Dataset content Block Start
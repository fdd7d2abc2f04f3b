//! Ordinary least squares of y on x.
//! Here: the line, its standard errors and residuals for independent errors of one size.
//! Elsewhere: errors that hang together (`type_a`), a line that is none (`lack`).

use super::FitError;
use crate::stats::mean;

/// A fitted straight line y = intercept + slope·x. Units: those of x and y, the slope in y per x.
///
/// Standard errors are the textbook ones, for independent errors.
#[derive(Clone, Debug, PartialEq)]
pub struct LineFit {
    /// Slope, y per x.
    pub slope: f64,
    /// Value of the line at x = 0.
    pub intercept: f64,
    /// Number of points.
    pub count: usize,
    /// Standard error of the slope, s/√Sxx.
    pub slope_error: f64,
    /// Standard error of the intercept, s√(1/n + x̄²/Sxx).
    pub intercept_error: f64,
    /// Residual standard deviation s with n − 2 degrees of freedom, in y.
    pub residual_sd: f64,
    /// y minus the line, in the order of the points.
    pub residuals: Vec<f64>,
    /// Mean of the abscissae.
    pub x_mean: f64,
    /// Mean of the ordinates.
    pub y_mean: f64,
    /// Sum of squares of the abscissae about their mean.
    pub sxx: f64,
    /// Share of the variation of y that the line explains; `None` where y does not vary.
    pub r_squared: Option<f64>,
}

impl LineFit {
    /// Fits y on x by least squares, through `linreg`.
    ///
    /// Both are centred first: `linreg` sums as it finds them, and the digits of a small slope far from the origin
    /// would be lost. What it would not refuse is refused here before: it takes three points at one abscissa and
    /// returns a slope made of rounding.
    ///
    /// # Errors
    /// [`FitError::LengthsDiffer`], [`FitError::NotFinite`], [`FitError::TooFewAbscissae`] under three distinct
    /// abscissae, [`FitError::OutOfRange`] where a figure of the line would not be finite, [`FitError::Refused`].
    pub fn through(x: &[f64], y: &[f64]) -> Result<Self, FitError> {
        check(x, y)?;
        let x_mean = mean(x).ok_or(FitError::OutOfRange)?;
        let y_mean = mean(y).ok_or(FitError::OutOfRange)?;
        let across: Vec<f64> = x.iter().map(|x| x - x_mean).collect();
        let up: Vec<f64> = y.iter().map(|y| y - y_mean).collect();
        let slope = centred_slope(&across, &up)?;
        let residuals: Vec<f64> = across.iter().zip(&up).map(|(u, v)| v - slope * u).collect();
        let (sxx, sse) = (squares(&across), squares(&residuals));
        let n = x.len() as f64;
        let residual_sd = (sse / (n - 2.0)).sqrt();
        let line = Self {
            slope,
            intercept: y_mean - slope * x_mean,
            count: x.len(),
            slope_error: residual_sd / sxx.sqrt(),
            intercept_error: residual_sd * (1.0 / n + x_mean * x_mean / sxx).sqrt(),
            residual_sd,
            residuals,
            x_mean,
            y_mean,
            sxx,
            r_squared: Some(1.0 - sse / squares(&up)).filter(|share| share.is_finite()),
        };
        line.is_finite().then_some(line).ok_or(FitError::OutOfRange)
    }

    /// Value of the line at `x`, in y.
    pub fn at(&self, x: f64) -> f64 {
        self.y_mean + self.slope * (x - self.x_mean)
    }

    /// Standard error of the line's value at `x`, in y, s√(1/n + (x − x̄)²/Sxx); a new reading's would add s² under the
    /// root.
    pub fn mean_error_at(&self, x: f64) -> f64 {
        let leverage = 1.0 / self.count as f64 + (x - self.x_mean).powi(2) / self.sxx;
        self.residual_sd * leverage.sqrt()
    }

    fn is_finite(&self) -> bool {
        let figures = [
            self.slope,
            self.intercept,
            self.slope_error,
            self.intercept_error,
            self.residual_sd,
            self.sxx,
        ];
        figures.iter().all(|figure| figure.is_finite())
    }
}

/// `linreg` on centred points; their intercept is 0 but for rounding.
fn centred_slope(across: &[f64], up: &[f64]) -> Result<f64, FitError> {
    match linreg::linear_regression::<f64, f64, f64>(across, up) {
        Ok((slope, _)) => Ok(slope),
        Err(error) => Err(FitError::Refused {
            reason: error.to_string(),
        }),
    }
}

fn squares(values: &[f64]) -> f64 {
    values.iter().map(|value| value * value).sum()
}

/// Finite points, as many x as y, at three or more abscissae.
fn check(x: &[f64], y: &[f64]) -> Result<(), FitError> {
    if x.len() != y.len() {
        return Err(FitError::LengthsDiffer {
            x: x.len(),
            y: y.len(),
        });
    }
    let bad = |(x, y): (&f64, &f64)| !(x.is_finite() && y.is_finite());
    if let Some(index) = x.iter().zip(y).position(bad) {
        return Err(FitError::NotFinite { point: index + 1 });
    }
    let (Some(low), Some(high)) = (
        x.iter().copied().reduce(f64::min),
        x.iter().copied().reduce(f64::max),
    ) else {
        return Err(FitError::TooFewAbscissae { found: 0 });
    };
    let between = x.iter().any(|&x| low < x && x < high);
    match (low < high, between) {
        (true, true) => Ok(()),
        (true, false) => Err(FitError::TooFewAbscissae { found: 2 }),
        (false, _) => Err(FitError::TooFewAbscissae { found: 1 }),
    }
}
Dataset content Block End
_Assignment:_
Using the data above, reproduce exactly the lines from the line that contains "does not vary." through the line that contains "where a figure", including both.

_Exercise output:_
    /// Share of the variation of y that the line explains; `None` where y does not vary.
    pub r_squared: Option<f64>,
}

impl LineFit {
    /// Fits y on x by least squares, through `linreg`.
    ///
    /// Both are centred first: `linreg` sums as it finds them, and the digits of a small slope far from the origin
    /// would be lost. What it would not refuse is refused here before: it takes three points at one abscissa and
    /// returns a slope made of rounding.
    ///
    /// # Errors
    /// [`FitError::LengthsDiffer`], [`FitError::NotFinite`], [`FitError::TooFewAbscissae`] under three distinct
    /// abscissae, [`FitError::OutOfRange`] where a figure of the line would not be finite, [`FitError::Refused`].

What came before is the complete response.